Os anos passaram devagar. Consegui terminar o secundário e entrei num curso técnico de contabilidade. Arranjei emprego num escritório pequeno, mas honesto. A Leonor crescia saudável e feliz, mesmo sem pai por perto — o Rui acabou por desaparecer das nossas vidas. Nunca mais soube dele.

Aos poucos, fui construindo uma vida estável. Aluguei um T1 modesto em Odivelas, comprei um carro em segunda mão e até consegui levar a Leonor à praia no verão. Fiz amigos novos, aprendi a confiar outra vez. Mas havia sempre um vazio dentro de mim — uma saudade dos meus pais, da família que perdi.

Durante anos, tentei ligar-lhes no Natal e nos aniversários. Nunca atenderam. Mandava fotos da Leonor pelo correio, mas nunca recebi resposta. A minha mãe era orgulhosa demais, o meu pai ainda mais.

Dez anos depois daquela noite em que fui expulsa de casa, estava a preparar o jantar quando ouvi bater à porta. A Leonor foi abrir e voltou com os olhos arregalados: — Mãe… estão aqui uns senhores velhinhos…

O meu coração disparou. Fui até à porta e vi os meus pais, envelhecidos e cansados, parados no corredor do prédio. A minha mãe chorava baixinho, como naquela noite há tantos anos. O meu pai olhou-me nos olhos pela primeira vez desde então.

— Mariana… precisamos da tua ajuda — disse ele, com a voz embargada.

Fiquei sem palavras. Eles explicaram-me que o meu pai estava doente, tinha perdido o emprego e as dívidas acumulavam-se. Tinham vendido tudo o que podiam e agora não tinham para onde ir.

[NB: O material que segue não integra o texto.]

import type { Metadata } from "next";
import { formatInstant } from "@/components/inspector/format";
import { Card, PageHeader, StatTile } from "@/components/ui/card";
import { requirePermission } from "@/lib/auth/guards";
import { listAuditLog } from "@/lib/data/audit-log";
import { getQueueStats } from "@/lib/data/review-queue";
import { getStaffProgramContext, listRuleSetEditions } from "@/lib/data/settings";
import { listProgramStaff } from "@/lib/data/users-admin";

export const metadata: Metadata = { title: "Program admin" };

export default async function AdminHome() {
  const actor = await requirePermission("settings.manage");
  const context = await getStaffProgramContext(actor);
  const [staff, audit, today, queue] = await Promise.all([listProgramStaff(actor), listAuditLog(actor, {}), listAuditLog(actor, { from: context.today }), getQueueStats(actor)]);
  const editions = await listRuleSetEditions(context.id);
  const s = context.settings;
  const edition = editions.find((e) => e.edition === s.ruleSetEdition);
  return (
    <>
      <PageHeader title={context.name} description="Program settings, users, the audit log — and the inspector's view of the program." />
      <div className="mb-6 grid gap-4 sm:grid-cols-2 lg:grid-cols-4">
        <StatTile label="Reports waiting for review" value={queue.waiting.toLocaleString("en-US")} href="/inspector/reports" tone={queue.waiting ? "caution" : "neutral"} />
        <StatTile label="Active inspectors and admins" value={staff.filter((m) => m.status === "active").length} href="/admin/users" />
        <StatTile label="Invitations not yet accepted" value={staff.filter((m) => m.status === "invited").length} href="/admin/users" tone={staff.some((m) => m.status === "invited") ? "caution" : "neutral"} />
        <StatTile label="Changes recorded today" value={today.next ? `${today.rows.length}+` : today.rows.length} href="/admin/audit" />
      </div>
      <div className="grid gap-6 lg:grid-cols-2">
        <Card title="The rules in force" actions={<a href="/admin/settings">Change the settings</a>}>
          <dl className="grid grid-cols-2 gap-3 text-sm">
            <div>
              <dt className="text-ink-600">Test interval</dt>
              <dd className="font-semibold">
                {s.testIntervalMonths} months, {s.dueModel === "window" ? `due in the window ${s.windowStart} to ${s.windowEnd}` : "from the last passing test"}
              </dd>
            </div>
            <div>
              <dt className="text-ink-600">Repair deadline</dt>
              <dd className="font-semibold">
                {s.repairDaysSevere} / {s.repairDaysHigh} / {s.repairDaysLow} days (severe / high / low)
              </dd>
            </div>
            <div>
              <dt className="text-ink-600">Notices</dt>
              <dd className="font-semibold">
                {s.reminderDaysBefore} days before, {s.overdueDaysAfter} and {s.finalDaysAfter} days after
              </dd>
            </div>
            <div>
              <dt className="text-ink-600">Filing fee</dt>
              <dd className="font-semibold">{s.filingFeeCents ? `${(s.filingFeeCents / 100).toFixed(2)} ${s.currency}` : "none"}</dd>
            </div>
            <div>
              <dt className="text-ink-600">Units</dt>
              <dd className="font-semibold">{s.units}</dd>
            </div>
            <div>
              <dt className="text-ink-600">Rule-set edition</dt>
              <dd className="font-semibold">{edition?.label ?? s.ruleSetEdition}</dd>
            </div>
          </dl>
          <p className="mt-4 text-sm">
            <a href="/admin/return-reasons">Return reasons</a>
          </p>
        </Card>
        <Card title="Latest changes" actions={<a href="/admin/audit">The whole audit log</a>}>
          <ul className="space-y-1.5 text-sm">
            {audit.rows.slice(0, 10).map((r) => (
              <li key={r.id}>
                <span className="text-ink-600">{formatInstant(r.at, context.timezone)}</span> · {r.actorName ?? "system"} · <span className="font-mono text-xs">{r.action}</span> {r.entityType} #{r.entityId}
              </li>
            ))}
          </ul>
        </Card>
        <Card title="The program">
          <ul className="list-inside list-disc space-y-1">
            <li>
              <a href="/inspector">Inspector&apos;s view of the program</a>
            </li>
            <li>
              <a href="/inspector/testers">Tester roster</a>
            </li>
            <li>
              <a href="/inspector/summary">Yearly summary for the state</a>
            </li>
          </ul>
        </Card>
        <Card title="Administration">
          <ul className="list-inside list-disc space-y-1">
            <li>
              <a href="/admin/users">Users: inspectors, admins and owners&apos; portal access</a>
            </li>
            <li>
              <a href="/admin/mailbox">Mailbox (messages sent in this installation)</a>
            </li>
          </ul>
        </Card>
      </div>
    </>
  );
}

— Não temos mais ninguém — murmurou a minha mãe.

Senti uma mistura de raiva e pena. Durante anos precisei deles e eles viraram-me as costas. Agora vinham pedir-me ajuda? Olhei para a Leonor, que me observava em silêncio, sem perceber bem o que se passava.

— E onde é que estavam quando eu precisei? — perguntei, com lágrimas nos olhos.

O meu pai baixou a cabeça. — Fomos estúpidos… Não há desculpa.

A minha mãe agarrou-me as mãos e chorou ainda mais. — Perdoa-nos…

Não sei explicar o que senti naquele momento. Queria gritar-lhes tudo o que sofri, queria abraçá-los como se ainda fosse criança. No fim, deixei-os entrar.

Durante semanas, viveram connosco naquele pequeno T1. A Leonor adorou ter os avós por perto e eu fui aprendendo a perdoar devagarinho. O meu pai acabou por morrer meses depois, mas pelo menos partiu reconciliado comigo e conhecendo a neta.

Hoje olho para trás e penso em tudo o que vivi: a dor da rejeição, o medo do futuro, a força que descobri em mim própria. Pergunto-me muitas vezes: será possível perdoar verdadeiramente quem nos magoou tanto? E vocês, conseguiriam abrir a porta depois de tudo?